Well, OK, not just watching television like a modern Jim Royle, who reached Olympic levels in The Royle Family, but I imposed a rule: if I want to watch TV, I have to do so while sitting on my exercise bike (the one cardio exercise I can tolerate). The result? I’ve been cycling roughly six hours a week for months now. Generally, I watch a lot of sports: if there’s football, rugby, tennis, boxing, NFL or cricket on, I’ll watch it. So invariably through the year I find there’s roughly two hours of sport on three times a week I want to watch. By combining this with exercise, I find I am able to do so without feeling guilty.

Most of the sports I watch have intervals, so I tend to cycle moderately during the action and then start to pedal my way quickly through another Jamie Carragher tirade or some inane ad breaks. I usually burn about 500 calories during a two-hour session. Sometimes my drink of choice while I cycle might even be a non-alcoholic beer. Bliss.

I used to feel exercise was a waste of time, like being a hamster on a wheel, spinning and doing very little. But the benefits of consistent exercise have been pretty amazing for me. It has helped me to reach a level of fitness where I feel less anxious about going to the gym, but I also reap the mental health benefits of sticking to a routine and enjoying the aches days after I push myself a little harder than before (a masochistic hangover from my rugby days).

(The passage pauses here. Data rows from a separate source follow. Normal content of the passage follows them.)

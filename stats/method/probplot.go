package method

import (
	"math"

	"gonum.org/v1/gonum/stat/distuv"
)

// ProbBandExactMaxN: up to this many values the probability-plot band uses
// exact Beta quantiles, above it their normal approximation.
const ProbBandExactMaxN = 100_000

// BlomPosition is z_i = Φ⁻¹((i - 3/8)/(n + 1/4)) for the i-th smallest of
// n values (1-based), Blom's (1958) plotting position (Statistical
// Estimates and Transformed Beta-Variables).
func BlomPosition(i, n int) float64 {
	return NormalQuantile((float64(i) - 0.375) / (float64(n) + 0.25))
}

// OrderStatBand is the pointwise band of the i-th smallest (1-based) of n
// values of a normal sample, in standard units: for a normal sample
// Φ((X_(i)-μ)/σ) ~ Beta(i, n-i+1) (David and Nagaraja 2003, Order
// Statistics, 2.1), so (X_(i)-μ)/σ lies with probability conf between
// Φ⁻¹(B⁻¹(α/2)) and Φ⁻¹(B⁻¹(1-α/2)). Above ProbBandExactMaxN the Beta
// quantiles use their normal approximation.
func OrderStatBand(i, n int, conf float64) (zlo, zhi float64) {
	k, fn := float64(i), float64(n)
	a := 1 - conf
	var pl, ph float64
	if n <= ProbBandExactMaxN {
		b := distuv.Beta{Alpha: k, Beta: fn - k + 1}
		pl, ph = b.Quantile(a/2), b.Quantile(1-a/2)
	} else {
		m := k / (fn + 1)
		s := math.Sqrt(m * (1 - m) / (fn + 2))
		zq := NormalQuantile(1 - a/2)
		pl, ph = math.Max(m-zq*s, 0.5/fn/fn), math.Min(m+zq*s, 1-0.5/fn/fn)
	}
	return NormalQuantile(pl), NormalQuantile(ph)
}

// ThinIndices picks at most m indices of 0..n-1 in increasing order: all
// of them when n <= m, else the first and last m/10 and m - 2·(m/10)
// spread evenly over the middle (both tails of a probability plot kept
// whole: common practice of plotting).
func ThinIndices(n, m int) []int {
	if m < 3 {
		m = 3
	}
	if n <= m {
		idx := make([]int, n)
		for i := range idx {
			idx[i] = i
		}
		return idx
	}
	t := max(1, m/10)
	mid := m - 2*t
	idx := make([]int, 0, m)
	for i := 0; i < t; i++ {
		idx = append(idx, i)
	}
	span := float64(n - 2*t - 1)
	for j := 0; j < mid; j++ {
		i := t + int(math.Round(float64(j)*span/float64(max(1, mid-1))))
		if i > idx[len(idx)-1] {
			idx = append(idx, i)
		}
	}
	for i := n - t; i < n; i++ {
		if i > idx[len(idx)-1] {
			idx = append(idx, i)
		}
	}
	return idx
}
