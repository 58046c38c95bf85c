package method

import (
	"math"
	"math/big"

	"lotlens/stats/decimal"
)

// ShapeMoments are the moment statistics of a sample's shape.
//
//   - Sqrtb1 = g1 = m3/m2^(3/2) and B2 = m4/m2² (central moments mk with
//     divisor n) are the inputs of the normality tests of D'Agostino (1970)
//     and Anscombe and Glynn (1983).
//   - G1 = g1·√(n(n-1))/(n-2) and G2 = ((n+1)(b2-3)+6)(n-1)/((n-2)(n-3))
//     are the adjusted (sample) skewness and excess kurtosis, with the
//     standard errors SES = √(6n(n-1)/((n-2)(n+1)(n+3))) and
//     SEK = 2·SES·√((n²-1)/((n-3)(n+5))) (Joanes and Gill 1998, "Comparing
//     measures of sample skewness and kurtosis", The Statistician 47,
//     183-189).
//
// HasKurtosis is false for n < 4 (G2, SEK and B2 are then 0).
type ShapeMoments struct {
	N           int
	Sqrtb1, B2  float64
	G1, G2      float64
	SES, SEK    float64
	HasKurtosis bool
}

// momStdErrors fills SES and SEK.
func momStdErrors(s *ShapeMoments) {
	fn := float64(s.N)
	s.SES = math.Sqrt(6 * fn * (fn - 1) / ((fn - 2) * (fn + 1) * (fn + 3)))
	if s.N >= 4 {
		s.SEK = 2 * s.SES * math.Sqrt((fn*fn-1)/((fn-3)*(fn+5)))
	}
}

// ShapeExact computes the shape moments from exact sums of powers of the
// mantissas (decimal.Grid.PowerSums): every figure is the correctly rounded
// value of the exact one (the square roots rounded from 256-bit results),
// whatever the offset of the data. ok is false for n < 3 or constant data.
func ShapeExact(ps decimal.PowerSums) (s ShapeMoments, ok bool) {
	n := ps.N
	if n < 3 {
		return s, false
	}
	A, B, C := ps.CentralSums() // n·M2, n²·M3, n³·M4
	if A.Sign() <= 0 {
		return s, false
	}
	s.N = int(n)
	bn := big.NewInt(n)
	A3 := new(big.Int).Mul(A, A)
	A3.Mul(A3, A)
	// g1² = B²/A³
	g1sq := new(big.Rat).SetFrac(new(big.Int).Mul(B, B), A3)
	s.Sqrtb1 = decimal.SqrtRat(g1sq)
	// G1² = g1²·n(n-1)/(n-2)²
	f := new(big.Rat).SetFrac(new(big.Int).Mul(bn, big.NewInt(n-1)), new(big.Int).Mul(big.NewInt(n-2), big.NewInt(n-2)))
	s.G1 = decimal.SqrtRat(new(big.Rat).Mul(g1sq, f))
	if B.Sign() < 0 {
		s.Sqrtb1, s.G1 = -s.Sqrtb1, -s.G1
	}
	if n >= 4 {
		// b2 = C/A²
		b2 := new(big.Rat).SetFrac(C, new(big.Int).Mul(A, A))
		s.B2 = decimal.Float64(b2)
		// G2 = (n-1)/((n-2)(n-3)) · ((n+1)(b2-3)+6)
		t := new(big.Rat).Sub(b2, big.NewRat(3, 1))
		t.Mul(t, big.NewRat(n+1, 1))
		t.Add(t, big.NewRat(6, 1))
		t.Mul(t, big.NewRat(n-1, (n-2)*(n-3)))
		s.G2 = decimal.Float64(t)
		s.HasKurtosis = true
	}
	momStdErrors(&s)
	return s, normalFinite(s.G1) && normalFinite(s.G2)
}

// ShapeBinary computes the shape moments in binary floating point, for
// data that are not plain decimals: the standardised powers z = (x-mean)/sd
// (finite for any finite data, |z| <= (n-1)/√n) summed with Kahan's
// compensation. mean and sd (divisor n-1) should be the best available.
func ShapeBinary(sorted []float64, mean, sd float64) (s ShapeMoments, ok bool) {
	n := len(sorted)
	if n < 3 || !(sd > 0) || !normalFinite(sd) || !normalFinite(mean) {
		return s, false
	}
	fn := float64(n)
	var s3, s4, c3, c4 float64
	for _, x := range sorted {
		z := (x - mean) / sd
		z2 := z * z
		y := z2*z - c3
		t := s3 + y
		c3 = (t - s3) - y
		s3 = t
		y = z2*z2 - c4
		t = s4 + y
		c4 = (t - s4) - y
		s4 = t
	}
	m2 := (fn - 1) / fn // m2/sd²
	s.N = n
	s.Sqrtb1 = (s3 / fn) / math.Pow(m2, 1.5)
	s.G1 = s.Sqrtb1 * math.Sqrt(fn*(fn-1)) / (fn - 2)
	if n >= 4 {
		s.B2 = (s4 / fn) / (m2 * m2)
		s.G2 = (fn - 1) / ((fn - 2) * (fn - 3)) * ((fn+1)*(s.B2-3) + 6)
		s.HasKurtosis = true
	}
	momStdErrors(&s)
	return s, normalFinite(s.G1) && normalFinite(s.G2)
}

Sure, there are some days when staying on the bike is more of a slog than others, if there’s a particularly boring match on or the wifi decides to be dodgy. But by that point I’m already there and something in me decides I might as well keep going. It’s almost as though this hamster wheel now energises me instead of dragging me down.

More recently, I have found that passively exercising while actively doing something I enjoy is a wider magic formula. Listening to podcasts while I take my time doing various sets of weights is my latest endeavour. They say that incremental changes are the most effective, and building up an exercise regime by watching television has worked. It has helped me to feel happier and healthier.